**Work item**. Return, exactly and in full, the lines of the records below starting at the one with "many cases matched" and ending at the one with "public List<CaseList> forRun(long", and no other lines.

○ ○ ○ ○

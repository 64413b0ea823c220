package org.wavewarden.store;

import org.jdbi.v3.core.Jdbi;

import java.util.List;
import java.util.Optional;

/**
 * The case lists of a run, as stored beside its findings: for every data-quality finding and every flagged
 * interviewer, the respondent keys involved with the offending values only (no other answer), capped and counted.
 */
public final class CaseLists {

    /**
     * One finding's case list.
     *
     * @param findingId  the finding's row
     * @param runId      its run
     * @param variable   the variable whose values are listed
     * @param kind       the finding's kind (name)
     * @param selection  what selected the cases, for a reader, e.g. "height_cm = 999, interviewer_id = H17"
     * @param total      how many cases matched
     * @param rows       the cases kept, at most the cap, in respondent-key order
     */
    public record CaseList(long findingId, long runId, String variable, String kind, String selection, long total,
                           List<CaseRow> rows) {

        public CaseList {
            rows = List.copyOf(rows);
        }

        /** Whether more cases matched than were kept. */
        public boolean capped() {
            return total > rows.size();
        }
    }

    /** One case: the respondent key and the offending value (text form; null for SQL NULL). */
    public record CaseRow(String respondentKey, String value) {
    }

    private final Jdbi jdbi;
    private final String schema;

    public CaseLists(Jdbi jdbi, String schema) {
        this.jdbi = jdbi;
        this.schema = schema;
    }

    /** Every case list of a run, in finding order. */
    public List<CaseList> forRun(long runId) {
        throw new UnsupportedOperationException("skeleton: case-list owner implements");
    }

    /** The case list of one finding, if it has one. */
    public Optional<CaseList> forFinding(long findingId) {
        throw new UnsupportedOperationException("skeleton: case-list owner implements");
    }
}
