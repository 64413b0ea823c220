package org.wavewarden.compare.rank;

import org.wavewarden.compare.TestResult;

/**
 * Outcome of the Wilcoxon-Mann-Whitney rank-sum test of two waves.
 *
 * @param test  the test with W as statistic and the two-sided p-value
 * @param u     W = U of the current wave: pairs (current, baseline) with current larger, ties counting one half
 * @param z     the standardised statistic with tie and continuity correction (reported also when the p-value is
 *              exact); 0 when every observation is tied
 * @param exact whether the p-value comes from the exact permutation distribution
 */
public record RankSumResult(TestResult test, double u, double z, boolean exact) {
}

○ ○ ○ ○

**Reply to the exercise**.
     * @param total      how many cases matched
     * @param rows       the cases kept, at most the cap, in respondent-key order
     */
    public record CaseList(long findingId, long runId, String variable, String kind, String selection, long total,
                           List<CaseRow> rows) {

        public CaseList {
            rows = List.copyOf(rows);
        }

        /** Whether more cases matched than were kept. */
        public boolean capped() {
            return total > rows.size();
        }
    }

    /** One case: the respondent key and the offending value (text form; null for SQL NULL). */
    public record CaseRow(String respondentKey, String value) {
    }

    private final Jdbi jdbi;
    private final String schema;

    public CaseLists(Jdbi jdbi, String schema) {
        this.jdbi = jdbi;
        this.schema = schema;
    }

    /** Every case list of a run, in finding order. */
    public List<CaseList> forRun(long runId) {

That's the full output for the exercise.